Child sex offenders registered in America will have to use passports that include notices to tell foreign officials of their convictions in the United States, State Department officials said this week.
In a statement posted to travel.state.gov, officials said that the department is including "a unique identifier" on passports of Americans convicted of child sex crimes. The identifier will be a statement included on the back cover of the offender's passport book that says, "The bearer was convicted of a sex offense against a minor, and is a covered sex offender pursuant to 22 United States Code Section 212b(c)(l)."
Officials said registered child sex offenders will no longer be able to get passport cards, because the cards have no room to print the statement.
State Department officials told The Associated Press that it will begin notifying people affected by the change "as soon as (the department) receives their names from U.S. Immigration and Customs Enforcement at the Department of Homeland Security."

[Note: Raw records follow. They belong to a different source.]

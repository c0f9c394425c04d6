"""Drift: the training snapshot and the population stability index.

Data: the invented courier scenario of dbfit.interfaces.demo. The PSI reference is an independent computation from the
definition, PSI = sum over bins (a - e) ln(a / e) (Siddiqi 2006, "Credit Risk Scorecards", Wiley), in numpy
on rows fetched from the database and binned on the stored edges; the reading bands are common practice.
"""

from __future__ import annotations

import json
import math

import numpy as np
import pytest

import dbfit
from dbfit.interfaces.demo import FORMULA, REFERENCE, build_deliveries
from dbfit.lifecycle.drift import FLOOR, reading

SHIFTED = "SELECT * REPLACE (distance_km * 1.4 AS distance_km, tier = 'express' OR depot = 'East' AS rain) FROM fresh"


@pytest.fixture
def con(tmp_path):
    connection = dbfit.connect(str(tmp_path / "drift.duckdb"))
    build_deliveries(connection, 60_000, "all_rows")
    connection.execute("CREATE TABLE training AS SELECT * FROM all_rows WHERE delivery_id % 2 = 0").fetchall()
    connection.execute("CREATE TABLE fresh AS SELECT * FROM all_rows WHERE delivery_id % 2 = 1").fetchall()
    dbfit.fit(connection, FORMULA, "training", reference=REFERENCE, name="late", progress=False)
    yield connection
    connection.close()


def _bins(con, variable: str) -> list[dict]:
    cursor = con.execute(
        "SELECT kind, lower, upper, level, share FROM dbfit_store.drift_bins WHERE model = 'late' "
        "AND version = 1 AND variable = ? ORDER BY position",
        [variable],
    )
    return [dict(zip(("kind", "lower", "upper", "level", "share"), row)) for row in cursor.fetchall()]


def _definition(actual: np.ndarray, expected: np.ndarray) -> float:
    """Independent computation from the definition, each share floored at 1e-4."""
    a, e = np.maximum(actual, 1e-4), np.maximum(expected, 1e-4)
    return float(np.sum((a - e) * np.log(a / e)))


def _numeric_shares(values: np.ndarray, edges: list[float]) -> np.ndarray:
    values = values[~np.isnan(values)]
    number = np.searchsorted(np.asarray(edges), values, side="left")  # edges strictly below the value
    return np.bincount(number, minlength=len(edges) + 1) / values.size


def test_psi_equals_an_independent_computation_from_the_definition(con):
    table = {row["variable"]: row for row in dbfit.drift(con, "late", SHIFTED).to_pylist()}
    assert set(table) == {"score", "distance_km", "parcel_kg", "depot", "tier", "dispatch_hour", "rain"}
    training = con.execute("SELECT distance_km, parcel_kg FROM training").fetchnumpy()
    new = con.execute(f"SELECT distance_km, parcel_kg, rain FROM ({SHIFTED})").fetchnumpy()
    for variable in ("distance_km", "parcel_kg"):
        bins = _bins(con, variable)
        edges = [b["upper"] for b in bins[:-1]]
        assert len(edges) == 9 and edges == sorted(edges)
        as_float = lambda column: np.asarray(
            column.astype(float) if not hasattr(column, "filled") else column.astype(float).filled(np.nan)
        )
        expected = _numeric_shares(as_float(training[variable]), edges)
        np.testing.assert_allclose([b["share"] for b in bins], expected, rtol=0, atol=1e-15)
        actual = _numeric_shares(as_float(new[variable]), edges)
        assert table[variable]["psi"] == pytest.approx(_definition(actual, expected), rel=1e-12, abs=1e-15)
    bins = _bins(con, "rain")
    levels = [json.loads(b["level"]) for b in bins]
    rain = np.asarray(new["rain"])
    actual = np.array([np.mean(rain == level) for level in levels] + [0.0])
    expected = np.array([b["share"] for b in bins] + [0.0])  # the pooled bin of unseen levels
    assert table["rain"]["psi"] == pytest.approx(_definition(actual, expected), rel=1e-12)
    assert table["distance_km"]["psi"] > 0.25 and table["distance_km"]["reading"] == "large shift"


def test_psi_is_near_zero_for_two_samples_of_one_distribution(con):
    table = dbfit.drift(con, "late", "fresh").to_pylist()
    assert max(row["psi"] for row in table) < 0.01
    assert {row["reading"] for row in table} == {"stable"}
    assert all(row["new_rows"] > 29000 for row in table)


def test_sql_drift_gives_the_python_figures(con):
    python = dbfit.drift(con, "late", SHIFTED).to_pylist()
    sql = con.execute("SELECT * FROM dbfit.drift('late', ?)", [SHIFTED]).fetchall()
    assert [tuple(row.values()) for row in python] == sql


def test_unseen_levels_pool_into_one_bin_and_bad_input_is_named(con):
    table = {
        row["variable"]: row
        for row in dbfit.drift(
            con,
            "late",
            "SELECT * REPLACE (CASE WHEN depot = 'East' THEN 'Airport' ELSE depot END AS depot) FROM fresh",
        ).to_pylist()
    }
    east = 0.2  # the East share is about a fifth; all of it moves to a level of training share 0 (floored)
    assert table["depot"]["psi"] == pytest.approx(
        east * math.log(east / FLOOR) + (FLOOR - east) * math.log(FLOOR / east), rel=0.1
    )
    with pytest.raises(dbfit.SourceError):
        dbfit.drift(con, "late", "no_such_table")
    with pytest.raises(dbfit.FormulaError):
        dbfit.drift(con, "late", "SELECT 1 AS late")


def test_reading_bands_are_the_common_practice_ones():
    assert [reading(v) for v in (0.0, 0.099, 0.1, 0.25, 0.26)] == [
        "stable",
        "stable",
        "some shift",
        "some shift",
        "large shift",
    ]


def test_drift_on_an_empty_source_is_refused_with_the_count(con):
    # common practice: a stability index needs rows on both sides; an empty source is no evidence of a shift.
    con.execute("CREATE TABLE nothing_yet AS SELECT * FROM fresh LIMIT 0").fetchall()
    with pytest.raises(dbfit.DbfitError, match="nothing_yet has 0 rows"):
        dbfit.drift(con, "late", "nothing_yet")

The ICE Angel Watch Center is charged with determining whether a person is a “covered sex offender,” according to the State Department.
It was not immediately clear when the names would be given to the State Department. A spokesman for ICE told the AP that the agency is “exercising additional vetting procedures” to compile the names, but could provide no timeline for getting the names to the State Department.
Passport holders affected by the change will be able to continue traveling with their passports “until the revocations are formalized,” State Department officials told the AP.
The change comes nearly two years after Congress enacted the International Megan’s Law, which prohibits the State Department from issuing passports to registered sex offenders without “a unique identifier.”
The law was named for Megan Kanka, a 7-year-old girl who was murdered in 1994 by a convicted child sex offender in New Jersey.